Now that we have created the source files, let’s shift to Gephi to see how we use them.
Gephi allows us to pull in spreadsheet files as long as they meet certain criteria. Node files should have a name, label, id, and preferably a size attribute, although this can be created within Gephi based on the data. Edge files must have source and target fields, and ideally a weight value corresponding to the strength of network connections.
Here’s our data after ingestion, starting with the nodes:
I forget to mention the usefulness of having a ‘type’ column; this will make it simple to set node colors in Gephi. Now the edges file:
You can see the source and target values, which are critical to how the graph will be displayed. Our edge weights are all set to 1 in this network, but frequently we will have varying numbers to indicate stronger versus weaker connections.

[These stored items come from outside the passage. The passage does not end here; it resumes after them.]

/**
 * Companies on a job, with the trades they cover there.
 * GET    /companies/known                        signed in; companies the caller's company already works with
 * GET    /jobs/:jobId/companies?trade=           all roles
 * POST   /jobs/:jobId/companies                  GC manager (Idempotency-Key); { companyId, trades } or { name, trades }
 * PATCH  /jobs/:jobId/companies/:companyId       GC manager (If-Match); { trades }
 * DELETE /jobs/:jobId/companies/:companyId       GC manager (If-Match); 409 for the owner or while members belong to it
 */
import { Router } from 'express';
import { Op, QueryTypes, type Transaction } from 'sequelize';
import {
  addJobCompanySchema,
  companyListQuerySchema,
  companyParamsSchema,
  updateJobCompanySchema,
  type AddJobCompanyInput,
  type JobCompanyDto,
  type KnownCompanyDto,
  type UpdateJobCompanyInput,
} from '../../shared/schemas/setup';
import type { TradeKey } from '../../shared/words';
import { conflict, notFound } from '../errors';
import { valid, validate } from '../middleware/validate';
import { Company, Job, JobCompany } from '../models';
import { policy } from '../policies';
import { presentJobCompany } from '../presenters/setup';
import { idempotentWrite } from '../services/idempotency';
import { pageRequest } from '../services/paging';
import { destroyOrConflict, inTransaction, lockForChange, refuseIfReferenced, sequelizeOf } from '../services/records';
import { setEtag } from '../services/versioning';

/** Members of the job acting for each company (the membership's company, not the person's home company). */
async function memberCounts(jobId: string, companyIds: string[], transaction?: Transaction): Promise<Map<string, number>> {
  if (companyIds.length === 0) return new Map();
  const rows = await JobCompany.sequelize!.query<{ company_id: string; n: string }>(
    `SELECT m.company_id, count(*) AS n FROM job_members m
      WHERE m.job_id = $1 AND m.company_id = ANY($2::uuid[]) GROUP BY m.company_id`,
    { bind: [jobId, companyIds], type: QueryTypes.SELECT, transaction },
  );
  return new Map(rows.map((r) => [r.company_id, Number(r.n)]));
}

async function presentLinks(job: Job, links: JobCompany[], transaction?: Transaction): Promise<JobCompanyDto[]> {
  const counts = await memberCounts(job.id, links.map((l) => l.companyId), transaction);
  return links.map((l) =>
    presentJobCompany(l, l.company!, { isOwner: l.companyId === job.ownerCompanyId, memberCount: counts.get(l.companyId) ?? 0 }),
  );
}

async function presentLink(job: Job, companyId: string, transaction?: Transaction): Promise<JobCompanyDto> {
  const link = await JobCompany.findOne({ where: { jobId: job.id, companyId }, include: [{ model: Company, as: 'company' }], transaction });
  if (!link) throw notFound('Company not found on this job.');
  return (await presentLinks(job, [link], transaction))[0]!;
}

/** Companies the user's company works with: its own, and every company on a job the user manages. */
async function knownCompanies(userId: string, ownCompanyId: string, transaction?: Transaction): Promise<KnownCompanyDto[]> {
  const rows = await Company.sequelize!.query<{ id: string; name: string }>(
    `SELECT c.id, c.name FROM companies c WHERE c.id = $2
     UNION
     SELECT c.id, c.name FROM companies c
       JOIN job_companies jc ON jc.company_id = c.id
       JOIN job_members m ON m.job_id = jc.job_id AND m.user_id = $1 AND m.role = 'gc_manager'
     ORDER BY name, id`,
    { bind: [userId, ownCompanyId], type: QueryTypes.SELECT, transaction },
  );
  return rows.map((r) => ({ id: r.id, name: r.name }));
}

export function companiesRouter(): Router {
  const router = Router();

  router.get('/companies/known', policy.signedIn(), async (req, res) => {
    res.json({ items: await knownCompanies(req.user!.id, req.user!.companyId), nextCursor: null });
  });

  router.get('/jobs/:jobId/companies', policy.jobMember(), validate({ query: companyListQuerySchema }), async (req, res) => {
    const query = valid<{ trade?: TradeKey; limit?: number; cursor?: string }>(req.valid.query);
    const page = pageRequest(req, { sort: 'name', value: 'text' });
    const job = req.membership!.job;
    const after = page.after
      ? { [Op.or]: [{ '$company.name$': { [Op.gt]: page.after.value } }, { '$company.name$': page.after.value, companyId: { [Op.gt]: page.after.id } }] }
      : {};
    const rows = await JobCompany.findAll({
      where: { jobId: job.id, ...(query.trade ? { trades: { [Op.contains]: [query.trade] } } : {}), ...after },
      include: [{ model: Company, as: 'company', required: true }],
      order: [[{ model: Company, as: 'company' }, 'name', 'ASC'], ['companyId', 'ASC']],
      limit: page.limit + 1,
    });
    const more = rows.length > page.limit;
    const links = more ? rows.slice(0, page.limit) : rows;
    const last = links[links.length - 1];
    const nextCursor = more && last ? page.cursorAfter(last.company!.name, last.companyId) : null;
    res.json({ items: await presentLinks(job, links), nextCursor });
  });

  router.post('/jobs/:jobId/companies', policy.jobMember(['gc_manager']), validate({ body: addJobCompanySchema }), async (req, res) => {
    const body = valid<AddJobCompanyInput>(req.valid.body);
    const job = req.membership!.job;
    await idempotentWrite(req, res, async (transaction) => {
      let company: Company;
      if ('companyId' in body) {
        const known = await knownCompanies(req.user!.id, req.user!.companyId, transaction);
        const found = known.some((c) => c.id === body.companyId) ? await Company.findByPk(body.companyId, { transaction }) : null;
        if (!found) throw notFound('Company not found.');
        company = found;
      } else {
        const sameName = await sequelizeOf(req).query<{ id: string }>(
          `SELECT c.id FROM job_companies jc JOIN companies c ON c.id = jc.company_id WHERE jc.job_id = $1 AND lower(c.name) = lower($2)`,
          { bind: [job.id, body.name], type: QueryTypes.SELECT, transaction },
        );
        if (sameName.length > 0) throw conflict(`A company named "${body.name}" is already on this job.`, 'duplicate');
        company = await Company.create({ name: body.name }, { transaction });
      }
      if (await JobCompany.findOne({ where: { jobId: job.id, companyId: company.id }, transaction })) {
        throw conflict(`${company.name} is already on this job.`, 'duplicate');
      }
      const link = await JobCompany.create({ jobId: job.id, companyId: company.id, trades: [...body.trades] }, { transaction });
      setEtag(res, link.version);
      return { status: 201, body: presentJobCompany(link, company, { isOwner: company.id === job.ownerCompanyId, memberCount: 0 }) };
    });
  });

  router.patch(
    '/jobs/:jobId/companies/:companyId',
    policy.jobMember(['gc_manager']),
    validate({ params: companyParamsSchema, body: updateJobCompanySchema }),
    async (req, res) => {
      const { companyId } = valid<{ companyId: string }>(req.valid.params);
      const body = valid<UpdateJobCompanyInput>(req.valid.body);
      const job = req.membership!.job;
      const dto = await inTransaction(req, async (transaction) => {
        const link = await lockForChange(req, JobCompany, { jobId: job.id, companyId }, transaction, 'Company not found on this job.', () =>
          presentLink(job, companyId, transaction),
        );
        link.trades = [...body.trades];
        link.version += 1;
        await link.save({ transaction });
        return presentLink(job, companyId, transaction);
      });
      setEtag(res, dto.version);
      res.json(dto);
    },
  );

  router.delete(
    '/jobs/:jobId/companies/:companyId',
    policy.jobMember(['gc_manager']),
    validate({ params: companyParamsSchema }),
    async (req, res) => {
      const { companyId } = valid<{ companyId: string }>(req.valid.params);
      const job = req.membership!.job;
      await inTransaction(req, async (transaction) => {
        const link = await lockForChange(req, JobCompany, { jobId: job.id, companyId }, transaction, 'Company not found on this job.', () =>
          presentLink(job, companyId, transaction),
        );
        const company = await Company.findByPk(companyId, { transaction });
        const name = company?.name ?? 'This company';
        if (companyId === job.ownerCompanyId) {
          throw conflict(`${name} runs this job (its GC): it cannot be removed from it.`, 'referenced');
        }
        const members = (await memberCounts(job.id, [companyId], transaction)).get(companyId) ?? 0;
        refuseIfReferenced(name, [[members, 'member on this job', 'members on this job']], 'Remove those members first.');
        await destroyOrConflict(link, transaction, name);
      });
      res.status(204).end();
    },
  );

  return router;
}
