import { Router } from 'express';
import type { Sequelize } from 'sequelize';
import { policy } from '../policies';
import { checkHealth } from '../services/health';

/** GET /api/health: the server's and the database's state, no session needed. */
export function healthRouter(sequelize: Sequelize): Router {
  const router = Router();
  router.get('/health', policy.public(), async (_req, res) => {
    const report = await checkHealth(sequelize);
    res.status(report.database === 'ok' ? 200 : 503).json(report);
  });
  return router;
}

Here’s our completed graph in Gephi, after using a number of settings:
- Setting the node colors by type in the Partition tab
- Sizing the nodes in the Ranking tab
- Choosing a layout algorithm – Force Atlas 2 is a popular choice
- Scaling the graph to an appropriate size
- Preventing overlap of nodes
This process can be very iterative, playing with different settings until you are pleased with the results. For graphs like this with hundreds of nodes, different options can be tried very quickly.
The next step is to export the underlying data as a graph file – .gexf is my choice for the web template I use. Here’s a small subset of the Dexter Gordon .gexf file showing the name, type, and size associated with each node.
Next, we can update settings in the config.js file; These will adjust the display parameters for the nodes and edges; note that there is also a .css (Cascading Style Sheet) file where many more modifications can be made.
Finally, we have the index.html file that contains links to several scripts as well as the config file. This is where we can also add a title and small bits of information about the graph content.
I’ll be creating additional network graphs using this same end to end approach. The process becomes easier once the code has been tested and validated, and the settings have been standardized in Gephi and the resulting output files; much of the effort will simply involve copying and pasting existing settings. Watch this space for new graphs, and thanks for reading!